News from the studio.
CLIPPINGS AND HARD FRUIT
MINDY SOLOMON GALLERY / MAY 20TH2017 / MIAMI
Om May 20th my solo show titled Clippings and Hard Fruit will open at the Mindy Solomon Gallery in Miami Florida. The show will contain new work that highlights a shift in the studio practice. Centering on stand alone objects the show will be filled with an artists conversation on nature, self and the human condition necessitating the desire to collect. Works produced for the show comprised of more than 2000 hand made elements coalesced together into singular masses or arranged in collective assemblages of color and form. From the wall to table these works will represent a transition and foreshadow new directions taking shape in the studio. Please come see the show if you are in the Miami are or stay connected and see works as the are published in the lead up to the opening night and after.
Container (green) / 2017 / Glazed Earthenware / 13x15x14
(Los Angeles) - Edward Cella Art & Architecture is pleased to announce New Works, a two-person exhibition featuring hand-formed and assembled terra cotta and steel sculptures by David Hicks, and gestural, abstract paintings by Chris Trueman. Both artists received MFA's from schools renowned for programs in their respective media; Hicks, an MFA graduate of the esteemed New York State College of Ceramics at Alfred University, and Trueman, an MFA graduate of Claremont Graduate University, California, its process-based counterpart in painting. Hicks and Trueman, though working within divergent media and material-based practices, share a similar preoccupation with the expressive possibilities of surface.
David Hicks has long been fascinated by the cyclical momentums he has observed in nature and agriculture, and has sought to capture these transitions through dimensional, biomorphic ceramics. Working primarily in terra cotta, the artist creates complex, clustered, multi-part compositions that echo the growth and decay of organic matter. Hicks sees these transitions in nature as allegorical extensions of similar passings, metamorphoses, and shifts in human experience. Particularly interested in the final glazing of his forms, Hicks creates subtle permutations of color and texture, and approaches the surfaces of these multi-part pieces with an intuitive and near painterly sensibility. The shifting skins cladding his sculptures bring them to life as nuanced aggregates.

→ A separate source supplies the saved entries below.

using System.Text.Json;
using Permute.Data;
using Permute.Design;
using Permute.Engine;
using Permute.Statistics;

namespace Permute.Tests.Engine;

/// <summary>
/// The whole way from data to counts on published data, every arrangement enumerated: Darwin's plants (Fisher 1935), jackal mandibles (Manly), hours of sleep (Student
/// 1908), and three tables with step-down p (Westfall &amp; Young 1993). The files in Data name sources and how the counts were made.
/// </summary>
public class PublishedTables
{
    private static RunResult Enumerate(IReadOnlyList<double[]> rows, Model model, int threads = 2, Measures? measures = null)
    {
        using var data = SubjectMatrix.FromRows(rows);
        var plan = new RelabelingPlan(model.Relabelings, int.MaxValue, 1);
        using var loop = new RelabelingLoop(data, null, model, plan, measures ?? new Measures { Uncorrected = true }, threads);
        return loop.Run();
    }

    private static double[][] Column(IEnumerable<double> values) => [.. values.Select(v => new[] { v })];

    private static int Reached(RunResult run) => run.Maxima.Height.Count(m => Ties.Reaches(m, run.Maxima.Height[0]));

    [Theory]
    [InlineData("darwin-sign-flips.json", "data", 1)]
    [InlineData("sleep-sign-flips.json", "differences_tenths", 1)]
    [InlineData("sleep-sign-flips.json", "differences_tenths", 0.1)]
    public void Sign_flips_give_the_published_counts(string file, string key, double unit)
    {
        JsonElement source = Reference.Json(file), expected = source.GetProperty("expected");
        double[] data = [.. source.Doubles(key).Select(v => v * unit)];
        RunResult greater = Enumerate(Column(data), Questions.Mean(data.Length, Direction.Greater));
        RunResult both = Enumerate(Column(data), Questions.Mean(data.Length, Direction.Both));
        Assert.Equal(expected.Int("N"), greater.Maxima.Count);
        Assert.Equal(expected.Int("count_ge"), Reached(greater));
        Assert.Equal(expected.Int("count_ge"), greater.Uncorrected![0]);
        Assert.Equal(expected.Int("count_abs_ge"), Reached(both));
        Assert.Equal(expected.Double("t"), greater.Maxima.Height[0], 8);
    }

    [Fact]
    public void The_second_drugs_extra_sleep_as_pairs_is_the_flip_of_the_differences()
    {
        JsonElement source = Reference.Json("sleep-sign-flips.json"), expected = source.GetProperty("expected");
        double[] hours = [.. source.Doubles("drug2"), .. source.Doubles("drug1")];
        bool[] second = [.. Enumerable.Range(0, 20).Select(i => i < 10)];
        int[] patient = [.. Enumerable.Range(0, 20).Select(i => i % 10)];
        Model pairs = Questions.TwoGroups(second, Direction.Greater, blockOf: patient);
        RunResult run = Enumerate(Column(hours), pairs);
        Assert.Equal(expected.Int("N"), run.Maxima.Count);
        Assert.Equal(expected.Int("df"), pairs.DegreesOfFreedom);
        Assert.Equal(expected.Double("t"), run.Maxima.Height[0], 8);
        Assert.Equal(expected.Int("count_ge"), Reached(run));
    }

    [Fact]
    public void Jackal_mandibles_give_the_published_counts()
    {
        JsonElement source = Reference.Json("jackal-label-swaps.json"), expected = source.GetProperty("expected");
        double[] data = [.. source.Doubles("male"), .. source.Doubles("female")];
        bool[] male = [.. Enumerable.Range(0, 20).Select(i => i < 10)];
        RunResult greater = Enumerate(Column(data), Questions.TwoGroups(male, Direction.Greater));
        RunResult both = Enumerate(Column(data), Questions.TwoGroups(male, Direction.Both));
        Assert.Equal(expected.Int("N"), greater.Maxima.Count);
        Assert.Equal(expected.Int("count_ge"), Reached(greater));
        Assert.Equal(expected.Int("count_abs_ge"), Reached(both));
        Assert.Equal(expected.Double("t"), greater.Maxima.Height[0], 8);
    }

    public static TheoryData<string, Direction> Tables()
    {
        var all = new TheoryData<string, Direction>();
        foreach (string table in new[] { "diabetes-one-sample", "iris-two-sample", "wine-two-sample" })
            foreach (Direction d in new[] { Direction.Greater, Direction.Both }) all.Add(table, d);
        return all;
    }

    [Theory]
    [MemberData(nameof(Tables))]
    public void Every_variable_has_the_expected_counts(string table, Direction direction)
    {
        var (columns, cells) = Reference.Table($"{table}.tsv");
        bool labelled = columns[0] == "group", grouped = labelled && cells.Select(r => r[0]).Distinct().Count() == 2;
        double[][] rows = [.. cells.Select(r => r[(labelled ? 1 : 0)..].Select(Reference.Number).ToArray())];
        Model model = grouped
            ? Questions.TwoGroups([.. cells.Select(r => r[0] == "A")], direction)
            : Questions.Mean(rows.Length, direction);
        Check(Enumerate(rows, model), Reference.Json($"{table}.json").GetProperty("expected"), direction);
    }

    [Theory]
    [InlineData(Direction.Greater)]
    [InlineData(Direction.Both)]
    public void All_2704156_swaps_of_handwritten_digits_have_the_expected_counts(Direction direction)
    {
        var (rows, model, _) = Digits(direction);
        Check(Enumerate(rows, model), Reference.Json("digits-two-sample.json").GetProperty("exact"), direction);
    }

    // Counts over all swaps from SciPy's labelling: digits-two-sample.json says how.
    [Theory]
    [InlineData("4", 6)]
    [InlineData("8", 18)]
    public void The_digits_largest_clusters_over_all_swaps_match_the_expected_histogram(string key, int neighbours)
    {
        var (rows, model, mask) = Digits(Direction.Greater);
        JsonElement clusters = Reference.Json("digits-two-sample.json").GetProperty("clusters");
        JsonElement expected = clusters.GetProperty("connectivity").GetProperty(key);
        RunResult run = Made.Run(
            rows, model, mask, int.MaxValue, [clusters.Double("threshold_t")], neighbours, mass: true, threads: 2, stepDown: 0, chunk: 1 << 16);
        ClusterMaxima found = run.Maxima.Clusters[0];
        int[] histogram = expected.Ints("histogram_of_max_extent_all_relabelings");
        Assert.Equal(histogram, Enumerable.Range(0, histogram.Length).Select(e => found.Extent.Count(x => x == e)));
        foreach (JsonElement cluster in expected.GetProperty("observed_clusters").EnumerateArray())
        {
            double mass = cluster.Double("mass_sum_t_minus_u");
            Assert.Equal(cluster.Int("count_extent_ge_exact"), found.Extent.Count(e => e >= cluster.Int("extent")));
            Assert.Equal(cluster.Int("count_mass_sum_t_minus_u_ge_exact"), found.Mass!.Count(m => m >= mass - 1e-9 * Math.Max(1, mass)));
        }
        Assert.Equal(expected.GetProperty("observed_clusters").EnumerateArray().Max(c => c.Int("extent")), found.Extent[0]);
        Assert.Equal(expected.GetProperty("observed_clusters").GetArrayLength(), found.ClusterCount[0]);
    }

    /// <summary>The kept pixels of the digits, and the mask they lie in.</summary>
    internal static (double[][] Rows, Model Model, Mask Mask) Digits(Direction direction)
    {
        JsonElement source = Reference.Json("digits-two-sample.json");
        var (_, cells) = Reference.Table("digits-two-sample.tsv");
        var excluded = source.Ints("excluded_constant_pixels").ToHashSet();
        int[] kept = [.. Enumerable.Range(0, 64).Where(p => !excluded.Contains(p))];
        double[][] rows = [.. cells.Select(r => kept.Select(p => Reference.Number(r[p + 1])).ToArray())];
        bool[] inside = [.. Enumerable.Range(0, 64).Select(p => !excluded.Contains(p))];
        return (rows, Questions.TwoGroups([.. cells.Select(r => r[0] == "3")], direction), new Mask(Grid.Plain(8, 8, 1), inside));
    }

    private static void Check(RunResult run, JsonElement expected, Direction direction)
    {
        JsonElement side = expected.GetProperty(direction == Direction.Both ? "two_sided" : "one_sided_greater");
        int n = expected.Int("number_of_relabelings");
        Assert.Equal(n, run.Maxima.Count);
        double[] t = expected.Doubles("t");
        double[] evidence = [.. t.Select(v => direction == Direction.Both ? Math.Abs(v) : v)];
        Assert.Equal(side.Ints("count_uncorrected"), run.Uncorrected);
        double[] maxima = [.. run.Maxima.Height.Order()];
        Assert.Equal(side.Ints("count_fwer_single_step"), evidence.Select(e => maxima.Count(m => m >= e - 1e-9 * Math.Max(1, e))));
        var stepDown = new int[t.Length];
        int so = 0;
        for (int r = 0; r < t.Length; r++) stepDown[run.StepDown.Voxels[r]] = so = Math.Max(so, run.StepDown.Counts[r]);
        Assert.Equal(side.Ints("count_fwer_step_down"), stepDown);
        JsonElement distribution = side.GetProperty("max_distribution");
        Assert.Equal(distribution.Double("critical_0p05"), maxima[n - 1 - (int)Math.Floor(0.05 * n + 1e-9)], 9);
        Assert.Equal(distribution.Double("critical_0p01"), maxima[n - 1 - (int)Math.Floor(0.01 * n + 1e-9)], 9);
        Assert.Equal(distribution.Double("mean"), maxima.Average(), 9);
    }
}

Chris Trueman's paintings are dynamic explorations of surface. Appropriating formal vocabularies from several painting traditions, including abstract expressionism and geometric op-art, his works feel referential, yet new. Painting in acrylic and spray paint on Yupo paper mounted to board, his works have the translucency of film and the material solidity of paint. Trueman stages visual and physical tensions in his work that contribute to its material ambiguity and magnetism. While Hicks' sculptural works feel painterly, Trueman's paintings feel sculptural. With a dynamic use of negative space and an authoritative, yet organic, handling of gesture, Trueman's touch creates a multiplicity of marks and planes that interact, pushing and pulling the surface into dimensional life.